Pfizer closed out the first quarter of 2019 with revenues of $13.1 billion driven by a significant 36 percent global growth of Eliquis sales, a 34 percent increase in Xeljanz revenue and a 25 percent increase in sales of Ibrance, the company announced this morning.
For Pfizer, the positive growth comes in the first full quarter after the company reorganized into three separate business units that include an established medicines business, a consumer healthcare business and the innovative medicines business. As a result of the reorganization, the company anticipates mid-single-digit operational revenue growth from through 2025.
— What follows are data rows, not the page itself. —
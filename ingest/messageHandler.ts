import type { Pool, PoolClient } from 'pg';
import { parsePayload, type Rejection } from '../lib/telemetry/parsePayload';
import { parseTopic } from '../lib/telemetry/topic';
import { forgetKnownPartitions, writeBatches } from './storeWriter';
import type { VesselDirectory } from './vesselDirectory';

/** Quarantined payloads are cut to this many characters (docs/telemetry.md). */
export const QUARANTINE_PAYLOAD_CHARS = 65_536;

export interface HandleResult {
  inserted: number;
  duplicates: number;
  quarantined: number;
}

export interface IngestCounters extends HandleResult {
  messages: number;
  byReason: Record<string, number>;
}

interface Quarantined extends Rejection {
  vesselKey?: string;
  stream?: string;
}

/**
 * Turns one MQTT message into stored rows and quarantined rejections, in one
 * transaction: when `handle` resolves, everything in the message is committed
 * and the message may be acknowledged.
 */
export class MessageHandler {
  readonly counters: IngestCounters = { messages: 0, inserted: 0, duplicates: 0, quarantined: 0, byReason: {} };

  constructor(
    private readonly pool: Pool,
    private readonly vessels: VesselDirectory,
    private readonly options: { topicRoot: string; fleetTimeZone: string },
  ) {}

  async handle(topic: string, payload: Buffer, now = new Date()): Promise<HandleResult> {
    const { rejected, batch } = await this.read(topic, payload, now);
    const client = await this.pool.connect();
    try {
      await client.query('BEGIN');
      const written = batch ? await writeBatches(client, [batch], this.options.fleetTimeZone) : { inserted: 0, duplicates: 0 };
      await quarantine(client, topic, rejected);
      await client.query('COMMIT');
      const result = { ...written, quarantined: rejected.length };
      this.count(result, rejected);
      return result;
    } catch (error) {
      await client.query('ROLLBACK').catch(() => {});
      forgetKnownPartitions();
      throw error;
    } finally {
      client.release();
    }
  }

  private async read(topic: string, payload: Buffer, now: Date) {
    const where = parseTopic(this.options.topicRoot, topic);
    const whole = (r: Omit<Quarantined, 'payload'>) => ({
      rejected: [{ ...r, payload: payload.subarray(0, QUARANTINE_PAYLOAD_CHARS).toString('utf8') }],
      batch: undefined,
    });
    if (!where.ok) {
      return whole({
        reason: where.reason,
        vesselKey: where.vessel,
        stream: where.stream,
        detail: where.reason === 'unknown_stream' ? `unknown stream "${where.stream}"` : `topic is not ${this.options.topicRoot}/{vessel}/{stream}`,
      });
    }
    const vesselId = await this.vessels.idOf(where.vessel);
    if (vesselId === undefined) {
      return whole({ reason: 'unknown_vessel', vesselKey: where.vessel, stream: where.stream, detail: `vessel "${where.vessel}" is not registered` });
    }
    const parsed = parsePayload(where.stream, payload, now);
    return {
      rejected: parsed.rejected.map((r) => ({ ...r, vesselKey: where.vessel, stream: where.stream })),
      batch: parsed.records.length ? { stream: where.stream, vesselId, records: parsed.records } : undefined,
    };
  }

  private count(result: HandleResult, rejected: Quarantined[]) {
    this.counters.messages += 1;
    this.counters.inserted += result.inserted;
    this.counters.duplicates += result.duplicates;
    this.counters.quarantined += result.quarantined;
    for (const r of rejected) this.counters.byReason[r.reason] = (this.counters.byReason[r.reason] ?? 0) + 1;
  }
}

async function quarantine(client: PoolClient, topic: string, rejected: Quarantined[]) {
  if (rejected.length === 0) return;
  await client.query(
    `INSERT INTO quarantine (topic, vessel_key, stream, reason, detail, payload)
     SELECT $1, * FROM unnest($2::text[], $3::text[], $4::text[], $5::text[], $6::text[])`,
    [
      topic,
      rejected.map((r) => r.vesselKey ?? null),
      rejected.map((r) => r.stream ?? null),
      rejected.map((r) => r.reason),
      rejected.map((r) => r.detail),
      rejected.map((r) =>
        (typeof r.payload === 'string' ? r.payload : JSON.stringify(r.payload) ?? String(r.payload)).slice(
          0,
          QUARANTINE_PAYLOAD_CHARS,
        ),
      ),
    ],
  );
}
While Pfizer saw a 2 percent growth in its quarterly revenues compared to last year, the company said there were some declines, particularly in the hospital business and rare disease treatments. Pfizer said it saw an 8 percent decline in the hospital setting, which was driven primarily from generic competition for drugs that have lost market exclusivity. In the rare disease area, the company also saw declines, particularly in hemophilia. Pfizer said that was driven by competition in the space, as well as an “unfavorable channel mix” with Genotropin.
Pfizer Chief Executive Officer Albert Bourla touted the continued growth of its branded drugs, including Eliquis, Ibrance, Prevnar 13/Prevenar 13 and Xeljanz.
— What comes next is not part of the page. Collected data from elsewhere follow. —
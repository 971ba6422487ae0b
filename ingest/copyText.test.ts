import { describe, expect, it } from 'vitest';
import { copyLine } from './copyText';

describe('copyLine', () => {
  // Source: PostgreSQL 16 documentation, COPY, "Text Format" — backslash
  // sequences \\, \t, \n, \r and \N for NULL.
  it('writes NULL, numbers, booleans and escaped text', () => {
    expect(copyLine([null, undefined, 1.5, -2e-7, true, false, 'a\tb\nc\\d\re'])).toBe(
      '\\N\t\\N\t1.5\t-2e-7\tt\tf\ta\\tb\\nc\\\\d\\re\n',
    );
  });

  it('passes PostgreSQL array literals through', () => {
    expect(copyLine(['{1,2,3}'])).toBe('{1,2,3}\n');
  });
});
“Our new commercial structure is designed to maximize today’s revenue growth opportunities while transitioning the company to a period post-2020 where we expect sustained mid-single-digit operational revenue growth through 2025. We remain focused on executing on our commercial strategies, managing expenses, advancing our pipeline and prudently allocating our capital to position Pfizer for sustainable success,” Bourla said in a statement.
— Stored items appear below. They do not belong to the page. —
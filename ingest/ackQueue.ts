/**
 * Acknowledgements released in arrival order, each only once its message is
 * committed. MQTT requires a client to send PUBACKs in the order the PUBLISH
 * packets arrived (MQTT 3.1.1 §4.6, MQTT 5.0 §4.6), while the store may
 * commit a later message in the same batch as an earlier one: a committed
 * message waits here until every message before it is committed too.
 */
interface Entry {
  id: number;
  committed: boolean;
  send?: () => void;
}

export class AckQueue {
  private readonly order: Entry[] = [];
  private head = 0;
  /** Entries by message id, oldest first (an id is reused only after its PUBACK). */
  private readonly byId = new Map<number, Entry[]>();

  /** A QoS 1 message arrived. */
  arrived(id: number): void {
    const entry: Entry = { id, committed: false };
    this.order.push(entry);
    const same = this.byId.get(id);
    if (same) same.push(entry);
    else this.byId.set(id, [entry]);
  }

  /** The message is stored (or quarantined): its acknowledgement may go. */
  committed(id: number): void {
    const entry = this.byId.get(id)?.find((e) => !e.committed);
    if (entry) entry.committed = true;
    this.release();
  }

  /**
   * The client wants to send the acknowledgement of `id` now. Returns false
   * when `id` is not held here (send it at once); otherwise it is sent when
   * its turn comes.
   */
  hold(id: number, send: () => void): boolean {
    const entry = this.byId.get(id)?.find((e) => !e.send);
    if (!entry) return false;
    entry.send = send;
    this.release();
    return true;
  }

  get waiting(): number {
    return this.order.length - this.head;
  }

  private release(): void {
    while (this.head < this.order.length) {
      const first = this.order[this.head]!;
      if (!first.committed || !first.send) break;
      this.head++;
      const same = this.byId.get(first.id)!;
      same.shift();
      if (same.length === 0) this.byId.delete(first.id);
      first.send();
    }
    // Drop released entries now and then, so the array does not grow for ever.
    if (this.head > 1024 && this.head * 2 > this.order.length) {
      this.order.splice(0, this.head);
      this.head = 0;
    }
  }
}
Bourla pointed to several positive pipeline updates that indicate positive growth for the long term. In the first months of 2019, he said, Pfizer won five regulatory approvals, including approval of Ibrance as a treatment for men with a type of breast cancer. Bourla said the company also presented phase III data for Xtandi in metastatic hormone-sensitive prostate cancer as well as Phase II immunogenicity data in adults for our 20-valent pneumococcal vaccine candidate. As he eyes the remainder of the year, Bourla said the company is looking for potential approvals of other drugs in the U.S., including tafamidis in transthyretin cardiomyopathy, a Bavencio-Inlyta combination for the treatment of first-line renal cell carcinoma, as well as the company’s biosimilar rituximab, bevacizumab and adalimumab molecules.
“We also expect Phase 3 read outs in 2019 for PF-04965842, our Janus kinase-1 (JAK1) inhibitor in development for moderate-to-severe atopic dermatitis, and rivipansel, in development for vaso-occlusive crisis from sickle cell disease. I believe our pipeline today represents an unprecedented opportunity to deliver a life-changing impact for millions of patients while enhancing value for all of our stakeholders,” Bourla said.
Other highlights of the quarter for Pfizer include the acquisition of a 15 percent equity stake in Vivet Therapeutics, a privately held gene therapy company focused on inherited liver disorders. Pfizer and Vivet will collaborate on the development of VTX-801, Vivet’s proprietary treatment candidate for Wilson disease.
There were some setbacks for Pfizer during the quarter. Pfizer and its development partner Merck KGaA, Darmstadt, Germany discontinued a Phase III ovarian cancer drug trial due to several emerging factors including determining that the degree of benefit observed in the previously announced interim analysis of the JAVELIN 100 Ovarian study does not support the continuation of the trial.